Константин Львович явно волновался. Предстоящая радость требовала свидетелей его взлета, успеха. Знает ли об этом Климов? Пусть бы позавидовал, - со злорадством думал Балашов и вспомнил: не пригласить ли Женю Озерова? Хотя, что Женя, он из другого ведомства, тут бы лучше собрать по профессии. А что если позвать Зоткина?
Александр Иосифович Зоткин, критик, искусствовед, был приятелем Балашова, дважды писал о его работах небольшие статьи и грозился со временем написать монографию. Да, Зоткин будет очень кстати. Константин Львович позвонил искусствоведу и попросил срочно "на такси за мой счет" приехать по очень важному делу.
Зоткин примчался за пять минут до приезда Лифшица.
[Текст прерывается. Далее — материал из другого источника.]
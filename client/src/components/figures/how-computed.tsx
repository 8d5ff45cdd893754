import type { How } from '../../../../shared/contracts/reference.ts';
import { formatNumber } from '../../lib/format.ts';
import { toCsv } from '../../lib/csv.ts';
import { fileNameOf, saveFile } from '../../lib/save-file.ts';
import { Button } from '../ui/button.tsx';
import { Popover } from '../ui/popover.tsx';

export interface HowComputedProps {
  /** The figure: "Overall accuracy". */
  name: string;
  how: How;
  /** What opens it; the figure itself where left out. */
  trigger: string;
}

/** Opens formula, source and inputs of a figure; the inputs can be saved. */
export function HowComputed({ name, how, trigger }: HowComputedProps) {
  const save = () =>
    saveFile(
      `${fileNameOf(name)}-inputs.csv`,
      toCsv(
        ['input', 'value'],
        how.inputs.map((input) => [input.name, input.value]),
      ),
      'text/csv',
    );
  return (
    <Popover
      label={`How ${name} was computed`}
      className="max-h-[min(26rem,var(--radix-popover-content-available-height))] overflow-y-auto"
      trigger={
        <button
          type="button"
          className="link text-left font-[inherit] text-[inherit]!"
          aria-label={`${name}, how was this computed?`}
        >
          {trigger}
        </button>
      }
    >
      <p className="font-medium">{name}</p>
      <p className="mt-1 font-mono text-xs whitespace-pre-wrap">{how.formula}</p>
      <p className="mt-1 text-xs text-ink-soft">{how.source}</p>
      {how.inputs.length > 0 && (
        <dl className="mt-2 grid grid-cols-[1fr_auto] gap-x-4 gap-y-0.5 border-t border-line pt-2 text-xs">
          {how.inputs.map((input) => (
            <div key={input.name} className="contents">
              <dt className="text-ink-soft">{input.name}</dt>
              <dd className="text-right">{formatInput(input.value)}</dd>
            </div>
          ))}
        </dl>
      )}
      <Button size="sm" className="mt-2" onClick={save}>
        Save inputs as CSV
      </Button>
    </Popover>
  );
}

function formatInput(value: string | number | null): string {
  if (value === null) return 'undefined';
  if (typeof value === 'string') return value;
  return Number.isInteger(value) ? formatNumber(value) : String(Number(value.toPrecision(6)));
}
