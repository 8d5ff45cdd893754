import { z } from 'zod';
import { idSchema, instantSchema, personSchema } from './common.ts';
import { boundsSchema } from './geometry.ts';
import { jobSchema } from './job.ts';
import { postProcessingSchema } from './post-processing.ts';
import { sampleStateSchema } from './sample.ts';
import { lineSchema, textSchema } from './text.ts';

const seedSchema = z.number().int('A seed is a whole number.').min(0).max(4_294_967_295);

const forestFields = {
  trees: z.number().int().min(1, 'At least one tree.').max(2_000, 'At most 2000 trees.').default(100),
  maxDepth: z.number().int().min(1).max(64).default(25),
  minLeaf: z.number().int().min(1).max(10_000).default(1),
  /** Bands drawn for a split (random forest) or a tree (random-subspace forest); null is the square root of their number. */
  featuresPerTree: z.number().int().min(1).max(512).nullable().default(null),
};
export const classifierSchema = z.discriminatedUnion('kind', [
  z
    .object({
      kind: z.literal('random-forest'),
      ...forestFields,
      /** Balanced classes weigh the same however many training pixels they have. */
      classWeights: z.enum(['none', 'balanced']).default('none'),
    })
    .strict(),
  z.object({ kind: z.literal('random-subspace-forest'), ...forestFields }).strict(),
  z
    .object({
      kind: z.literal('nearest-neighbours'),
      neighbours: z.number().int().min(1).max(50).default(5),
      /** Whether bands are first brought to mean 0 and standard deviation 1. */
      standardise: z.boolean().default(true),
    })
    .strict(),
  z
    .object({
      kind: z.literal('gaussian-maximum-likelihood'),
      /** What is held likely before a pixel is seen: all classes alike, or as their training pixels stand. */
      priors: z.enum(['equal', 'training']).default('equal'),
      /** Share of the variance pooled over the classes that is added to each class's own; 0 adds nothing. */
      ridge: z.number().min(0, 'A ridge is 0 or more.').max(1, 'A ridge is at most 1.').default(0),
    })
    .strict(),
  z
    .object({
      kind: z.literal('minimum-distance'),
      metric: z.enum(['euclidean', 'mahalanobis']).default('mahalanobis'),
    })
    .strict(),
]);
export type ClassifierRecipe = z.infer<typeof classifierSchema>;

/** All that is needed to make the same class map again from the same scene and samples. */
export const recipeSchema = z
  .object({
    sceneId: idSchema,
    bandIds: z.array(idSchema).min(1, 'Choose at least one band.').max(64),
    classIds: z.array(idSchema).min(2, 'Choose at least two classes.').max(254),
    /** Share of each class's polygons held out of training for the accuracy figures. */
    heldOutShare: z.number().min(0.05, 'At least 5 % is held out.').max(0.9, 'At most 90 % is held out.').default(0.3),
    /** Review states of the samples that are used; by default all but returned ones. */
    sampleStates: z
      .array(sampleStateSchema)
      .min(1, 'Choose at least one review state.')
      .max(sampleStateSchema.options.length)
      .default(['draft', 'submitted', 'accepted']),
    seed: seedSchema.default(1),
    maxPixelsPerClass: z.number().int().min(10, 'At least 10 pixels a class.').max(200_000).default(1_000),
    classifier: classifierSchema,
    /** Pixels whose class has a smaller share of the votes, or a smaller chance, stay unclassified (code 0). */
    minShare: z.number().min(0, 'A share is 0 or more.').max(1, 'A share is at most 1.').default(0),
    /** Steps applied to the map in this order; absent where there are none. */
    postProcessing: postProcessingSchema.optional(),
  })
  .strict();
export type Recipe = z.infer<typeof recipeSchema>;

export const startRunSchema = z
  .object({
    name: lineSchema(120).default(''),
    note: textSchema(2_000).default(''),
    recipe: recipeSchema,
  })
  .strict();
export type StartRun = z.input<typeof startRunSchema>;

export const retryRunSchema = z
  .object({
    /** Without what an earlier attempt has left, for when that is what makes it fail. */
    anew: z.boolean().default(false),
  })
  .strict();

/** Checks of a recipe before it starts. */
export const recipeCheckSchema = z.object({
  problems: z.array(z.object({ severity: z.enum(['stops', 'warns']), text: z.string() })),
  perClass: z.array(
    z.object({
      classId: idSchema,
      name: z.string(),
      trainingPolygons: z.number().int(),
      heldOutPolygons: z.number().int(),
    }),
  ),
});
export type RecipeCheck = z.infer<typeof recipeCheckSchema>;

/** Rasters beside the class map, in whole percent: the winner's share of the votes, and its lead over the runner-up. */
export const runLayers = ['confidence', 'margin'] as const;
export const runLayerSchema = z.enum(runLayers);
export type RunLayer = z.infer<typeof runLayerSchema>;

export const classAreaSchema = z.object({
  classId: idSchema.nullable(),
  code: z.number().int(),
  name: z.string(),
  colour: z.string(),
  pixels: z.number().int(),
  areaHa: z.number(),
});

export const runSchema = z.object({
  id: idSchema,
  projectId: idSchema,
  number: z.number().int(),
  name: z.string(),
  note: z.string(),
  recipe: recipeSchema,
  /** The class scheme as it stood at the start. */
  classes: z.array(z.object({ id: idSchema, code: z.number().int(), name: z.string(), colour: z.string() })),
  sceneName: z.string(),
  job: jobSchema,
  startedBy: personSchema.nullable(),
  createdAt: instantSchema,
  trainingPixels: z.number().int().nullable(),
  trainingPolygons: z.number().int().nullable(),
  heldOutPolygons: z.number().int().nullable(),
  /** SHA-256 of the class raster's bytes, row-major, one byte a pixel. */
  classMapSha256: z.string().nullable(),
  /** SHA-256 over the samples' ids, versions and geometry and the scene's band digests. */
  inputSha256: z.string().nullable(),
  areas: z.array(classAreaSchema).nullable(),
  overallAccuracy: z.number().nullable(),
  /** 95 % interval of it; null where undefined. */
  overallLow: z.number().nullable(),
  overallHigh: z.number().nullable(),
  bounds: boundsSchema.nullable(),
  /** Layers the run has; runs made before there were layers have none. */
  layers: z.array(runLayerSchema),
  notes: z.array(z.string()),
  abilities: z.object({ cancel: z.boolean(), delete: z.boolean(), retry: z.boolean(), prioritise: z.boolean() }),
});
export type Run = z.infer<typeof runSchema>;
export const runListSchema = z.object({ runs: z.array(runSchema) });

export const runProbeSchema = z.object({ code: z.number().int().nullable(), name: z.string().nullable() });

/** How a run's model votes on one pixel. */
export const runVotesSchema = z.object({
  /** Class code on the current map; null where nothing is mapped. */
  code: z.number().int().nullable(),
  /** What the shares are: votes of trees or neighbours, or chances. */
  kind: z.enum(['votes', 'chances']),
  /** Of all classes, the most likely first; empty where a band has no data or the place lies outside the study area. */
  shares: z.array(z.object({ classId: idSchema, share: z.number() })),
  /** The first share, and what it has more than the second. */
  confidence: z.number().nullable(),
  margin: z.number().nullable(),
});
export type RunVotes = z.infer<typeof runVotesSchema>;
Этот хромой, большеголовый, стриженный, как солдат, под машинку, несмотря на свою полноту и внешнее, написанное на лице добродушие, был человеком желчным, неуживчивым, любил и уважал лишь самого себя. О том, что американский турист Гарри Лифшиц шныряет по мастерским "непризнанных талантов", Зоткин уже слышал от своих коллег и рад был случаю повидаться с известным теоретиком новейшего искусства, трудов которого он, впрочем, не читал.
Гарри Лифшиц, плотный, подвижный, оказался совсем еще молодым человеком, гораздо моложе, чем ожидал Балашов. Лифшиц хорошо говорил по-русски.
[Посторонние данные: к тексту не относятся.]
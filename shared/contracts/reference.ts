import { z } from 'zod';
import { idSchema, instantSchema, personSchema } from './common.ts';
import { boundsSchema, polygonSchema, positionSchema } from './geometry.ts';
import { referenceClassSchema } from './reference-estimates.ts';
import { confidenceSchema } from './sample.ts';
import { lineSchema, textSchema } from './text.ts';

export * from './reference-estimates.ts';

const shareSchema = z.number().min(0).max(1);

/** How n points are shared out among strata; `minimum` gives `atLeast` to each and the rest in proportion to area. */
export const allocationSchema = z.discriminatedUnion('kind', [
  z.object({ kind: z.literal('equal') }).strict(),
  z.object({ kind: z.literal('proportional') }).strict(),
  z.object({ kind: z.literal('neyman') }).strict(),
  z
    .object({ kind: z.literal('minimum'), atLeast: z.number().int().min(2, 'At least two points.').max(5_000) })
    .strict(),
]);
export type Allocation = z.infer<typeof allocationSchema>;

/** Wanted for overall accuracy: its standard error, the half-width of its 95 % interval, or simply so many points. */
export const planTargetSchema = z.discriminatedUnion('kind', [
  z
    .object({ kind: z.literal('standard-error'), standardError: z.number().min(0.001, 'At least 0.001.').max(0.25) })
    .strict(),
  z.object({ kind: z.literal('half-width'), halfWidth: z.number().min(0.002, 'At least 0.002.').max(0.5) }).strict(),
  z.object({ kind: z.literal('total'), total: z.number().int().min(2, 'At least two points.').max(20_000) }).strict(),
]);
export type PlanTarget = z.infer<typeof planTargetSchema>;

/** What points are drawn from: the map's classes, how the map differs from another one, or zones. */
export const strataKindSchema = z.union([
  z.literal('map-classes'),
  z.object({ kind: z.literal('from-to'), runId: idSchema }).strict(),
  z.object({ kind: z.literal('zones'), layerId: idSchema }).strict(),
]);

const planFields = {
  runId: idSchema,
  strata: strataKindSchema.default('map-classes'),
  /** Expected user's accuracy by class; a class left out is taken to have `expectedOtherwise`. */
  expected: z
    .array(z.object({ classId: idSchema, users: shareSchema }).strict())
    .max(254)
    .default([]),
  expectedOtherwise: shareSchema.default(0.8),
  target: planTargetSchema,
  allocation: allocationSchema,
};
export const planDesignSchema = z.object(planFields).strict();
export type PlanDesign = z.infer<typeof planDesignSchema>;

export const plannedStratumSchema = z.object({
  /** Null for what the map leaves unclassified, and where strata are no map classes. */
  classId: idSchema.nullable(),
  code: z.number().int(),
  name: z.string(),
  colour: z.string(),
  pixels: z.number().int(),
  areaHa: z.number(),
  share: z.number(),
  /** Null for what the map leaves unclassified, which is never right. */
  expectedUsers: z.number().nullable(),
  points: z.number().int(),
  /** Expected 95 % interval of user's accuracy; null where points are too few or nothing is mapped. */
  expectedLow: z.number().nullable(),
  expectedHigh: z.number().nullable(),
});
export const designPlanSchema = z.object({
  strata: z.array(plannedStratumSchema),
  /** Points in all, after every stratum was given at least two. */
  n: z.number().int(),
  /** What the target alone asks for, with Neyman allocation. */
  nOfTarget: z.number().int(),
  standardError: z.number().nullable(),
  halfWidth: z.number().nullable(),
  /** Precision of overall accuracy against the number of points, under the chosen allocation. */
  curve: z.array(
    z.object({ n: z.number().int(), standardError: z.number().nullable(), halfWidth: z.number().nullable() }),
  ),
  how: z.array(z.string()),
  /** What to think of before drawing. */
  notes: z.array(z.string()),
});
export type DesignPlan = z.infer<typeof designPlanSchema>;

const seedSchema = z.number().int('A seed is a whole number.').min(0).max(4_294_967_295);
export const createDesignSchema = z
  .object({
    ...planFields,
    name: lineSchema(120).default(''),
    seed: seedSchema.optional(),
    /** Least distance between points, metres; 0 is none. */
    minSpacingMeters: z.number().min(0).max(100_000).default(0),
    /** How many people answer each point. */
    answersPerPoint: z.number().int().min(1).max(5).default(2),
  })
  .strict();
export type CreateDesign = z.infer<typeof createDesignSchema>;

/** Makes a draft larger, or from a closed design a larger draft that begins with its points and answers. */
export const augmentDesignSchema = z
  .object({ target: planTargetSchema, allocation: allocationSchema, name: lineSchema(120).optional() })
  .strict();
export type AugmentDesign = z.infer<typeof augmentDesignSchema>;

export const closeDesignSchema = z
  .object({
    /** Close although some points have no settled class; they are left out of the estimates and said. */
    leaveUnsettled: z.boolean().default(false),
  })
  .strict();

/** draft: may be changed · open: frozen, being interpreted · adjudicating: no more answers, disagreements are decided · closed. */
export const designStateSchema = z.enum(['draft', 'open', 'adjudicating', 'closed']);
export type DesignState = z.infer<typeof designStateSchema>;

export const designSchema = z.object({
  id: idSchema,
  projectId: idSchema,
  runId: idSchema,
  runNumber: z.number().int(),
  number: z.number().int(),
  name: z.string(),
  state: designStateSchema,
  n: z.number().int(),
  answersPerPoint: z.number().int(),
  minSpacingMeters: z.number(),
  strataKind: strataKindSchema,
  /** Said where there is a least distance. */
  spacingEffect: z.string().nullable(),
  /** Classes a point may be given: those of the run, then others of the scheme. */
  classes: z.array(referenceClassSchema),
  /** SHA-256 over strata, seed and points, from opening on. */
  digest: z.string().nullable(),
  /** Design this one carries on. */
  augmentsId: idSchema.nullable(),
  /** Withheld (null) from those who may interpret while the design is open or adjudicated. */
  strata: z.array(plannedStratumSchema).nullable(),
  seed: z.number().int().nullable(),
  progress: z.object({
    points: z.number().int(),
    /** Points that have all their answers. */
    complete: z.number().int(),
    /** Points whose class stands: answers agree, or it was decided. */
    settled: z.number().int(),
    /** From adjudication on: points whose answers disagree and that nobody has decided; 0 before. */
    disputed: z.number().int(),
    /** The viewer's own. */
    mine: z.object({ answered: z.number().int(), skipped: z.number().int(), left: z.number().int() }),
  }),
  createdBy: personSchema.nullable(),
  createdAt: instantSchema,
  openedAt: instantSchema.nullable(),
  closedAt: instantSchema.nullable(),
  abilities: z.object({
    change: z.boolean(),
    delete: z.boolean(),
    augment: z.boolean(),
    open: z.boolean(),
    interpret: z.boolean(),
    endInterpretation: z.boolean(),
    adjudicate: z.boolean(),
    close: z.boolean(),
    readEstimates: z.boolean(),
    exportPoints: z.boolean(),
  }),
});
export type Design = z.infer<typeof designSchema>;
export const designListSchema = z.object({
  designs: z.array(designSchema),
  abilities: z.object({ plan: z.boolean() }),
  /** Whether class maps, their areas and their accuracy are kept from the viewer, who is interpreting. */
  mapsWithheld: z.boolean(),
});
export type DesignList = z.infer<typeof designListSchema>;

export const answerSchema = z.object({
  classId: idSchema,
  alternateClassId: idSchema.nullable(),
  confidence: confidenceSchema,
  note: z.string(),
  source: z.enum(['image', 'import']),
  answeredAt: instantSchema,
});
export type ReferenceAnswer = z.infer<typeof answerSchema>;

export const putAnswerSchema = z
  .object({
    classId: idSchema,
    alternateClassId: idSchema.nullable().default(null),
    confidence: confidenceSchema.default('medium'),
    note: textSchema(2_000).default(''),
    /** Seconds the point was looked at, for the pace. */
    seconds: z.number().min(0).max(86_400).optional(),
  })
  .strict()
  .refine(({ classId, alternateClassId }) => classId !== alternateClassId, {
    path: ['alternateClassId'],
    error: 'The alternate is another class than the first choice.',
  });
export type PutAnswer = z.input<typeof putAnswerSchema>;

/** A point as an interpreter sees it: nothing in it tells what the map shows or what others said. */
export const blindPointSchema = z.object({
  id: idSchema,
  designId: idSchema,
  number: z.number().int(),
  /** Centre of the pixel, degrees. */
  position: positionSchema,
  /** Outline of the pixel, and of the 3 × 3 and 5 × 5 pixels around it. */
  outline: polygonSchema,
  outline3: polygonSchema,
  outline5: polygonSchema,
  bounds: boundsSchema,
  /** Scene the map was made from; others may be looked at as well. */
  sceneId: idSchema,
  answer: answerSchema.nullable(),
  skipped: z.boolean(),
  /** Whether the point takes an answer of the viewer now; otherwise why not. */
  takesAnswer: z.boolean(),
  refusal: z.string().nullable(),
  /** Neighbours in the viewer's own random order. */
  place: z.number().int(),
  previousNumber: z.number().int().nullable(),
  nextNumber: z.number().int().nullable(),
  progress: z.object({
    answered: z.number().int(),
    skipped: z.number().int(),
    left: z.number().int(),
    total: z.number().int(),
    /** Median seconds a point of the viewer's; null before the first. */
    secondsPerPoint: z.number().nullable(),
  }),
});
export type BlindPoint = z.infer<typeof blindPointSchema>;
/** `point` is null when the viewer has answered all that is theirs. */
export const nextPointSchema = z.object({
  point: blindPointSchema.nullable(),
  progress: blindPointSchema.shape.progress,
});
export type NextPoint = z.infer<typeof nextPointSchema>;

export const decisionSchema = z.object({
  classId: idSchema,
  alternateClassId: idSchema.nullable(),
  note: z.string(),
  decidedBy: personSchema.nullable(),
  decidedAt: instantSchema,
});
export const putDecisionSchema = z
  .object({
    classId: idSchema,
    alternateClassId: idSchema.nullable().default(null),
    note: textSchema(2_000).default(''),
  })
  .strict()
  .refine(({ classId, alternateClassId }) => classId !== alternateClassId, {
    path: ['alternateClassId'],
    error: 'The alternate is another class than the first choice.',
  });
export type PutDecision = z.input<typeof putDecisionSchema>;

export const disagreementSchema = z.object({
  point: z.object({
    id: idSchema,
    number: z.number().int(),
    position: positionSchema,
    outline: polygonSchema,
    outline3: polygonSchema,
    outline5: polygonSchema,
    bounds: boundsSchema,
    sceneId: idSchema,
  }),
  answers: z.array(answerSchema.extend({ by: personSchema.nullable() })),
  decision: decisionSchema.nullable(),
});
export type Disagreement = z.infer<typeof disagreementSchema>;
export const disagreementListSchema = z.object({
  disagreements: z.array(disagreementSchema),
  undecided: z.number().int(),
});

/** A cell of the matrix: class code the map shows, and reference class. */
export const cellPointsQuerySchema = z.object({ mapped: z.coerce.number().int(), reference: idSchema });
/** Points behind a cell of the matrix of a closed design. */
export const cellPointsSchema = z.object({
  points: z.array(
    disagreementSchema.shape.point.extend({
      settledBy: z.enum(['agreement', 'decision']),
      answers: disagreementSchema.shape.answers,
      note: z.string(),
    }),
  ),
});
export type CellPoint = z.infer<typeof cellPointsSchema>['points'][number];

/** Where the points are, to be found on the ground: nothing of map or answers. */
export const answerSheetSchema = z.object({
  /** Name of the scene's reference system, which easting and northing are in. */
  crsName: z.string(),
  points: z.array(
    z.object({
      number: z.number().int(),
      position: positionSchema,
      /** In the scene's reference system: x and y of the pixel's centre. */
      projected: z.tuple([z.number(), z.number()]),
    }),
  ),
});

/** CSV with a heading: number or lon,lat; class_code or class; optional alternate_code or alternate, confidence, note. */
export const importAnswersSchema = z
  .object({ csv: z.string().min(1, 'The file is empty.').max(6_000_000), dryRun: z.boolean().default(false) })
  .strict();
export const importReportSchema = z.object({
  dryRun: z.boolean(),
  taken: z.number().int(),
  replaced: z.number().int(),
  refused: z.number().int(),
  rows: z.array(
    z.object({
      /** Line of the file, the heading being 1. */
      line: z.number().int(),
      number: z.number().int().nullable(),
      outcome: z.enum(['taken', 'replaced', 'refused']),
      reason: z.string().nullable(),
    }),
  ),
});
export type ImportReport = z.infer<typeof importReportSchema>;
Зоткин представился иностранцу сам, как коллега, на что Лифшиц любезно заметил, что имя Зоткина ему знакомо.
- Я читаю вашу художественную прессу, - сообщил он восторженным хозяевам. - Не регулярно очень. Но вас помню. Ваши статьи мне приятны своей прямотой и независимостью суждений.
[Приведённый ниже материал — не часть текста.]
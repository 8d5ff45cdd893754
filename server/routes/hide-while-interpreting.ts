import { requireMapsShown } from '../services/design-blindness.ts';
import type { Route } from './route.ts';

/** A route that tells something of a class map: refused to interpreters while reference points of the project are open. */
export function hideWhileInterpreting(route: Route): Route {
  return {
    ...route,
    isHiddenWhileInterpreting: true,
    async handle(context) {
      await requireMapsShown(context.app, context.target.projectId, context.viewer);
      return route.handle(context);
    },
  };
}
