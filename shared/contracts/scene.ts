import { z } from 'zod';
import { BAND_QUANTITIES, BAND_ROLES } from '../constants/bands.ts';
import { daySchema, idSchema, instantSchema, personSchema } from './common.ts';
import { arealGeometrySchema, boundsSchema } from './geometry.ts';
import { jobSchema } from './job.ts';
import { lineSchema } from './text.ts';

export const histogramSchema = z.object({
  /** Lower edge of the first bin and upper edge of the last, in stored values (DN). */
  low: z.number(),
  high: z.number(),
  counts: z.array(z.number().int()),
});
export const bandStatisticsSchema = z.object({
  validPixels: z.number().int(),
  nodataPixels: z.number().int(),
  min: z.number(),
  max: z.number(),
  mean: z.number(),
  standardDeviation: z.number(),
  /** 2nd and 98th percentile of the stored values. */
  p2: z.number(),
  p98: z.number(),
  histogram: histogramSchema,
});
export type BandStatistics = z.infer<typeof bandStatisticsSchema>;

export const bandSchema = z.object({
  id: idSchema,
  /** Place in the scene, from 1. */
  number: z.number().int(),
  name: z.string(),
  role: z.enum(BAND_ROLES),
  centreWavelengthUm: z.number().nullable(),
  gsdMeters: z.number().nullable(),
  /** quantity = stored value × scale + offset. */
  scale: z.number(),
  offset: z.number(),
  quantity: z.enum(BAND_QUANTITIES),
  nodata: z.number().nullable(),
  dataType: z.string(),
  width: z.number().int(),
  height: z.number().int(),
  sha256: z.string(),
  statistics: bandStatisticsSchema,
});
export type Band = z.infer<typeof bandSchema>;

export const sceneStateSchema = z.enum(['ingesting', 'ready', 'failed']);
export const sceneSchema = z.object({
  id: idSchema,
  projectId: idSchema,
  name: z.string(),
  acquiredOn: daySchema.nullable(),
  state: sceneStateSchema,
  /** Why the ingest failed: found, wanted, what to do. */
  failure: z.object({ code: z.string(), found: z.string(), wanted: z.string(), advice: z.string() }).nullable(),
  job: jobSchema.nullable(),
  files: z.array(z.object({ name: z.string(), bytes: z.number(), sha256: z.string() })),
  width: z.number().int().nullable(),
  height: z.number().int().nullable(),
  /** Size of a scene pixel in units of its reference system. */
  pixelWidth: z.number().nullable(),
  pixelHeight: z.number().nullable(),
  crsName: z.string().nullable(),
  crsEpsg: z.number().int().nullable(),
  crsProj4: z.string().nullable(),
  /** Outline; in two parts where the scene lies across the antimeridian, and then west > east in `bounds`. */
  footprint: arealGeometrySchema.nullable(),
  bounds: boundsSchema.nullable(),
  bands: z.array(bandSchema),
  /** Band roles were guessed from the number of bands and nobody has saved the band table since. */
  guessedRoles: z.boolean(),
  /** Changes whenever pixels or band settings change; part of tile addresses so that they cache for long. */
  contentKey: z.string(),
  uploadedBy: personSchema.nullable(),
  createdAt: instantSchema,
  version: z.number().int(),
});
export type Scene = z.infer<typeof sceneSchema>;
export const sceneListSchema = z.object({
  scenes: z.array(sceneSchema),
  /** What one upload may hold. */
  limits: z.object({ fileBytes: z.number().int(), files: z.number().int() }),
});

export const updateSceneSchema = z
  .object({
    version: z.number().int(),
    name: lineSchema(160).min(1, 'Give the scene a name.').optional(),
    acquiredOn: daySchema.nullable().optional(),
    bands: z
      .array(
        z
          .object({
            id: idSchema,
            name: lineSchema(80).min(1, 'Give the band a name.'),
            role: z.enum(BAND_ROLES),
            centreWavelengthUm: z.number().positive('A wavelength is above 0 µm.').max(1000).nullable(),
            gsdMeters: z.number().positive('A ground sample distance is above 0 m.').max(100_000).nullable(),
            scale: z.number().refine((value) => value !== 0, 'A scale of 0 would erase the band.'),
            offset: z.number(),
            quantity: z.enum(BAND_QUANTITIES),
          })
          .strict(),
      )
      .max(64)
      .optional(),
  })
  .strict();
export type UpdateScene = z.infer<typeof updateSceneSchema>;

/** Query of a tile: bands by number in screen order (one or three), stretch as low:high pairs in stored values, gamma. */
export const tileQuerySchema = z.object({
  bands: z
    .string()
    .regex(/^\d{1,2}(,\d{1,2},\d{1,2})?$/, 'bands is one band number, or three joined by commas.')
    .optional(),
  stretch: z
    .string()
    .regex(
      /^-?[\d.e+-]+:-?[\d.e+-]+(,-?[\d.e+-]+:-?[\d.e+-]+){0,2}$/i,
      'stretch is low:high for each band, joined by commas.',
    )
    .optional(),
  gamma: z.coerce.number().min(0.2).max(5).optional(),
  v: z.string().max(80).optional(),
});
export type TileQuery = z.infer<typeof tileQuerySchema>;
export const tileParamsSchema = z.object({
  z: z.coerce.number().int().min(0).max(24),
  x: z.coerce.number().int().min(0),
  y: z.coerce.number().int().min(0),
});

export const probeQuerySchema = z.object({
  lon: z.coerce.number().min(-180).max(180),
  lat: z.coerce.number().min(-90).max(90),
});
export const probeSchema = z.object({
  /** Column and row of the scene pixel, from the upper left; null outside the scene. */
  pixel: z.object({ column: z.number().int(), row: z.number().int() }).nullable(),
  values: z.array(
    z.object({
      bandId: idSchema,
      number: z.number().int(),
      name: z.string(),
      centreWavelengthUm: z.number().nullable(),
      stored: z.number().nullable(),
      value: z.number().nullable(),
      quantity: z.enum(BAND_QUANTITIES),
    }),
  ),
});
export type Probe = z.infer<typeof probeSchema>;
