import { z } from 'zod';
import { idSchema, instantSchema, personSchema } from './common.ts';
import { designFigureSchema } from './reference-estimates.ts';

/** Zones of a project: administrative areas, catchments, management units. */
export const zoneLayerSchema = z.object({
  id: idSchema,
  projectId: idSchema,
  name: z.string(),
  /** In the file's order; the place is the zone's number. */
  zones: z.array(z.object({ name: z.string(), areaHa: z.number() })),
  createdBy: personSchema.nullable(),
  createdAt: instantSchema,
  abilities: z.object({ delete: z.boolean() }),
});
export type ZoneLayer = z.infer<typeof zoneLayerSchema>;
export const zoneLayerListSchema = z.object({
  layers: z.array(zoneLayerSchema),
  abilities: z.object({ add: z.boolean() }),
});

/** What reference points say of each zone. */
export const zoneEstimatesSchema = z.object({
  layerId: idSchema,
  layerName: z.string(),
  zones: z.array(
    z.object({
      name: z.string(),
      /** Points in it that have a class. */
      points: z.number().int(),
      overall: designFigureSchema,
      /** Share of the zone's mapped area that is of each class, in the order of `classes`. */
      classShares: z.array(designFigureSchema),
    }),
  ),
  classes: z.array(z.object({ id: idSchema, name: z.string(), colour: z.string() })),
  cautions: z.array(z.string()),
});
export type ZoneEstimates = z.infer<typeof zoneEstimatesSchema>;
export const zoneEstimatesQuerySchema = z.object({ layerId: idSchema });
Зоткин расцвел в блаженной улыбке и, обняв дружески Балашова, сказал:
- Мы друзья с Константином Львовичем.
Лифшиц, довольно бегло осмотрев фигуры животных, вдруг спросил Балашова, а есть ли у него работы, которые он делает, так сказать, для себя, для души.
- Именно такие произведения и есть моя просторная коллекция. В ней есть живопись, скульптура, графика со всего света. Имею работы русских художников. Но мало, к сожалению, очень мало. И мне бы хотелось, пользуясь случаем туристической поездки в СССР, восполнить этот пробел в моем собрании.
Чувствуя явное затруднение хозяина, Лифшиц счел нужным добавить:
- Мне ваша творческая манера импонирует, и я счел бы за великую честь приобрести у вас, так сказать, самые интимные произведения на любых вами предложенных условиях.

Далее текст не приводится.